Genesis 3:16 has to do with God multiplying sorrow upon sorrow both during and after pregnancy. It is not so much the physical pain of childbirth as it is that of a mother’s knowledge that she’s bringing a dead person into the world, a sinner doomed to die. Men who promote this should look at Adam’s curse: that of doing hard, miserable work in order to eat. I would suggest that if you’re going to insist your wife deliver a child without pain meds, that you also give up your cushy desk job and go find work digging ditches or planting crops.

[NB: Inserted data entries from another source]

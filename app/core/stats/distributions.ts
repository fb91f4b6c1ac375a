import normalCdfStdlib from '@stdlib/stats-base-dists-normal-cdf';
import fCdfStdlib from '@stdlib/stats-base-dists-f-cdf';
import gammainc from '@stdlib/math-base-special-gammainc';

// Upper tails are computed directly, never as 1 - cdf: 1 - cdf rounds every p below ~1.1e-16 to 0, and
// Benjamini-Hochberg ranks p-values, so tiny ones must stay distinct. Remaining limit: p-values below
// ~1e-308 underflow to 0 (subnormals to ~5e-324 are kept).

/** Standard normal CDF Φ(x) (stdlib, via erfc). */
export function normalCdf(x: number): number {
  return normalCdfStdlib(x, 0, 1);
}

/** Standard normal upper tail 1 - Φ(x) = Φ(-x) by symmetry, accurate far into the tail. */
export function normalSf(x: number): number {
  return normalCdfStdlib(-x, 0, 1);
}

// Wichura's AS 241 (PPND16) coefficients, digit for digit as published (Applied Statistics 37, 1988, 477-484),
// so they can be checked against the paper; each literal rounds to the nearest double.
/* eslint-disable no-loss-of-precision */
const AS241_A = [3.387132872796366608, 133.14166789178437745, 1971.5909503065514427, 13731.693765509461125,
  45921.953931549871457, 67265.770927008700853, 33430.575583588128105, 2509.0809287301226727];
const AS241_B = [1, 42.313330701600911252, 687.1870074920579083, 5394.1960214247511077, 21213.794301586595867,
  39307.89580009271061, 28729.085735721942674, 5226.495278852854561];
const AS241_C = [1.42343711074968357734, 4.6303378461565452959, 5.7694972214606914055, 3.64784832476320460504,
  1.27045825245236838258, 0.24178072517745061177, 0.0227238449892691845833, 7.7454501427834140764e-4];
const AS241_D = [1, 2.05319162663775882187, 1.6763848301838038494, 0.68976733498510000455, 0.14810397642748007459,
  0.0151986665636164571966, 5.475938084995344946e-4, 1.05075007164441684324e-9];
const AS241_E = [6.6579046435011037772, 5.4637849111641143699, 1.7848265399172913358, 0.29656057182850489123,
  0.026532189526576123093, 0.0012426609473880784386, 2.71155556874348757815e-5, 2.01033439929228813265e-7];
const AS241_F = [1, 0.59983220655588793769, 0.13692988092273580531, 0.0148753612908506148525,
  7.868691311456132591e-4, 1.8463183175100546818e-5, 1.4215117583164458887e-7, 2.04426310338993978564e-15];
/* eslint-enable no-loss-of-precision */

function polynomial(coefficients: readonly number[], x: number): number {
  let y = 0;
  for (let i = coefficients.length - 1; i >= 0; i--) y = y * x + (coefficients[i] as number);
  return y;
}

/**
 * Standard normal quantile Φ⁻¹(p), Wichura's AS 241 (Applied Statistics 37, 1988), accurate to about 1e-16
 * relative in both tails; stdlib's erfinv(2p - 1) form loses the digits of small p. ±Infinity at 0 and 1, NaN outside.
 */
export function normalQuantile(p: number): number {
  if (Number.isNaN(p) || p < 0 || p > 1) return NaN;
  if (p === 0) return -Infinity;
  if (p === 1) return Infinity;
  const q = p - 0.5;
  if (Math.abs(q) <= 0.425) {
    const r = 0.180625 - q * q;
    return (q * polynomial(AS241_A, r)) / polynomial(AS241_B, r);
  }
  let r = Math.sqrt(-Math.log(q < 0 ? p : 1 - p));
  let x: number;
  if (r <= 5) {
    r -= 1.6;
    x = polynomial(AS241_C, r) / polynomial(AS241_D, r);
  } else {
    r -= 5;
    x = polynomial(AS241_E, r) / polynomial(AS241_F, r);
  }
  return q < 0 ? -x : x;
}

/** Two-sided normal p-value 2·(1 - Φ(|z|)), capped at 1. */
export function twoSidedNormalP(z: number): number {
  return Math.min(1, 2 * normalSf(Math.abs(z)));
}

/** Chi-square upper tail P(X > x), X ~ χ²(df): the regularized upper incomplete gamma Q(df/2, x/2). */
export function chiSquareSf(x: number, df: number): number {
  if (Number.isNaN(x) || !(df > 0)) return NaN;
  if (x <= 0) return 1;
  if (x === Infinity) return 0;
  return gammainc(x / 2, df / 2, true, true);
}

/** F upper tail P(X > x), X ~ F(d1, d2), as the lower tail of 1/X ~ F(d2, d1) (stdlib f-cdf). */
export function fSf(x: number, d1: number, d2: number): number {
  if (Number.isNaN(x) || !(d1 > 0) || !(d2 > 0)) return NaN;
  if (x <= 0) return 1;
  if (x === Infinity) return 0;
  return fCdfStdlib(1 / x, d2, d1);
}
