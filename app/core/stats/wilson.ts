import { requireCount } from './validate.ts';

export interface ProportionInterval {
  readonly low: number;
  readonly high: number;
}

/**
 * Wilson score interval for a binomial proportion (Wilson 1927, JASA 22:209; Newcombe 1998, Stat Med 17:857,
 * method 3): it stays inside [0, 1], unlike the normal (Wald) interval. `z` is the normal quantile (1.96 for 95%).
 */
export function wilsonInterval(successes: number, n: number, z = 1.959963984540054): ProportionInterval {
  requireCount('n', n);
  requireCount('successes', successes);
  if (successes > n) throw new RangeError(`successes (${successes}) exceed n (${n})`);
  if (n === 0) return { low: 0, high: 1 };
  const p = successes / n;
  const z2 = z * z;
  const centre = (p + z2 / (2 * n)) / (1 + z2 / n);
  const half = (z / (1 + z2 / n)) * Math.sqrt((p * (1 - p)) / n + z2 / (4 * n * n));
  return { low: successes === 0 ? 0 : Math.max(0, centre - half), high: successes === n ? 1 : Math.min(1, centre + half) };
}
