/**
 * Where a cause's deviation starts and ends, in time buckets: the least-squares change point of 1{A=a}/p over
 * the group's buckets (bestChangePoint) cuts off the side nearer 1 when it lies within a quarter of the other
 * side's distance from 1 (so noise inside a steady episode cuts nothing), and once more inside what is left.
 */
function changeWindow(t: Test, cells: readonly CubeCell[], outside: Outside): [number, number] | null {
  const byBucket = new Map<number, { n: number; sum: number; sumSq: number }>();
  for (const i of t.members) {
    const c = cells[i] as CubeCell;
    if (c.bucket < 0 || outside.of(i, t.action)) continue;
    const g = byBucket.get(c.bucket) ?? { n: 0, sum: 0, sumSq: 0 };
    g.n += c.nP;
    if (c.action === t.action) {
      g.sum += c.sumInvP;
      g.sumSq += c.sumInvP2;
    }
    byBucket.set(c.bucket, g);
  }
  let span = [...byBucket.keys()].filter((b) => (byBucket.get(b)?.n ?? 0) > 0).sort((a, b) => a - b);
  if (span.length === 0) return null;
  for (let level = 0; level < 2 && span.length > 1; level++) {
    const groups = span.map((b) => byBucket.get(b) as { n: number; sum: number; sumSq: number });
    const cp = bestChangePoint(groups);
    if (!cp) break;
    const [before, after] = [Math.abs(cp.meanBefore - 1), Math.abs(cp.meanAfter - 1)];
    const far = Math.max(before, after), near = Math.min(before, after);
    if (near >= far / 4) break;
    span = after >= before ? span.slice(cp.index) : span.slice(0, cp.index);
  }
  return [span[0] as number, span[span.length - 1] as number];
}

/**
 * What the smallest causes leave unexplained, reported as the fewest groups: most extreme deviation first; a
 * later test is kept only if it still fails once the rows of groups already reported are left out (so a
 * mis-logged region does not also show up as every device and tenure that contains it).
 */
function explainAway<T extends { t: Test }>(flagged: readonly T[], covered: Uint8Array, fails: FailsWithout): T[] {
  const order = [...flagged].sort((a, b) => Math.abs(b.t.balance - 1) - Math.abs(a.t.balance - 1) || b.t.n - a.t.n);
  const kept: T[] = [];
  for (const x of order) {
    if (fails(x.t, covered)) {
      kept.push(x);
      for (const i of x.t.members) covered[i] = 1;
    }
  }
  return kept;
}

/** The failing rule in words, for the summary. */
function ruleText(m: Materiality, k: number, share: number): string {
  if (m.scale === null) return 'the reward gives no scale, so significance alone decides';
  if (m.budgets.length === 0) return 'no primary target to weigh a deviation against, so significance alone decides';
  return `failing where |B − 1| · target mass · R (R = ${fmt(m.scale)}) exceeds min(${k} SE, ${share} R) of a primary target's IPS estimate`;
}

const significantOnly = (n: number, tests: number): string => (n ? `None of ${tests} balance tests fails: ${n} deviate significantly, each too little to bias a primary target's estimate beyond its tolerance` : `All ${tests} balance tests hold`);

/**
 * One warning per action naming the segments set aside from its balance tests because its propensity falls
 * below the floor there (support.floor reports those cells), with the rows set aside.
 */
function setAsideFindings(setAside: ReadonlyMap<string, readonly number[]>, cells: readonly CubeCell[], segmentKeyOf: (c: CubeCell) => string, cols: readonly string[], floor: number): { findings: DraftFinding[]; segments: number; rows: number } {
  const rowsOf = new Map<string, number>();
  for (const c of cells) rowsOf.set(segmentKeyOf(c), (rowsOf.get(segmentKeyOf(c)) ?? 0) + c.nP);
  let segments = 0, total = 0;
  const findings = [...setAside].map(([action, firsts]): DraftFinding => {
    const segs = firsts.map((i) => cells[i] as CubeCell);
    const rows = segs.reduce((s, c) => s + (rowsOf.get(segmentKeyOf(c)) ?? 0), 0);
    segments += segs.length;
    total += rows;
    const names = segs.map((c) => describeSegment(segmentRecord(cols, c.segment)));
    const shown = names.slice(0, MAX_LISTED).join('; ') + (names.length > MAX_LISTED ? `; and ${names.length - MAX_LISTED} more` : '');
    return {
      segment: segs.length === 1 ? segmentRecord(cols, (segs[0] as CubeCell).segment) : {},
      action,
      status: 'warn' as const,
      metrics: { set_aside: segs.length, set_aside_rows: rows },
      message: `${counted(segs.length, 'segment')}, ${counted(rows, 'row')}, set aside from the balance tests of ${action}, because its propensity falls below ε = ${floor} there (a few rare huge weights carry B there, so B says little either way; support.floor lists the cells): ${shown}`,
    };
  });
  return { findings, segments, rows: total };
}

When God made this world, He provided the compounds necessary to make everything we’ve imagined, including drugs. Like guns and knives, drugs can and are used for evil. Guns can bring home dinner or they can murder. In the same way, drugs are a pathway to addiction from abuse, but they also provide relief to those suffering legitimate, crippling pain. To condemn their use simply because of a pleasant side effect shows a gross ignorance of the Bible and a basic lack of empathy toward others.

Side Note On the Opioid “Crisis” in America

The CDC has removed most of its findings on the opioid crisis from their web site because their findings contradict a lot of the hype. Agencies such as the National Chronic Pain Activist Commission, however, are trying to get politicians and the public away from the lunacy being promoted by do-gooders who are trying to push an agenda. Most of the overdose deaths from opioids are those who (1) were not prescribed the medication in the first place. Typically, they steal it from a relative or ask to use a neighbor's bathroom and nick a few pills from the medicine cabinet. (2) It is not prescription opioids doing the killing; it is the illegal powdered fentanyl coming out of China (all legal fentanyl is in liquid form). Folks are also mixing it with heroin (another illegal drug), and killing themselves as a result. Fentanyl is 256 times more potent than morphine, but I guess that isn't high enough for some.

Yet who is being targeted? Not the people taking the illegal stuff. Not the folks stealing grandpa's cancer meds. Not the movie stars and pop singers who are getting it from subverted physicians. The targets are those who have been legitimately given the drugs. You and me. Politicians have gotten on the Opioid Crisis bandwagon, where idiotic legislation has been the result. The laws amount to burning down the house to get rid of the mice. There is a lot of grief from patients who are feeling the heavy hand of government, folks who are convinced that the congressmen behind these inane initiatives are exempting themselves, their families, and their doctors from such legislation.

Legitimate users and their doctors are being put under the microscope by the Drug Enforcement Agency. At the VA Medical Center, where I get my supplies, vets are being told by their doctors that they have to reduce the number of pills—no matter the circumstances. The charts shown in the staff meetings are the only things that matter—anything to get out of the DEA's scope of interest.

I'm in tune with the public feelings on this subject, mainly because I depend on Tramadol for certain disabilities. I've also seen the articles and feeds from parents who lost a child from opioids. But just like my neighbor, the youngster died from stealing his mom's pills and taking too many. Folks use these unfortunate events to promote an idiotic and heartless agenda. It's gotten so bad, that some emergency rooms will no longer give narcotic-based drugs to people with grievous injuries. One nurse was proud of it, touting the use of Tylenol and Motrin as being “just as effective.” I wonder if she broke her leg in a couple of places and she was given OTC meds, would she feel the same way?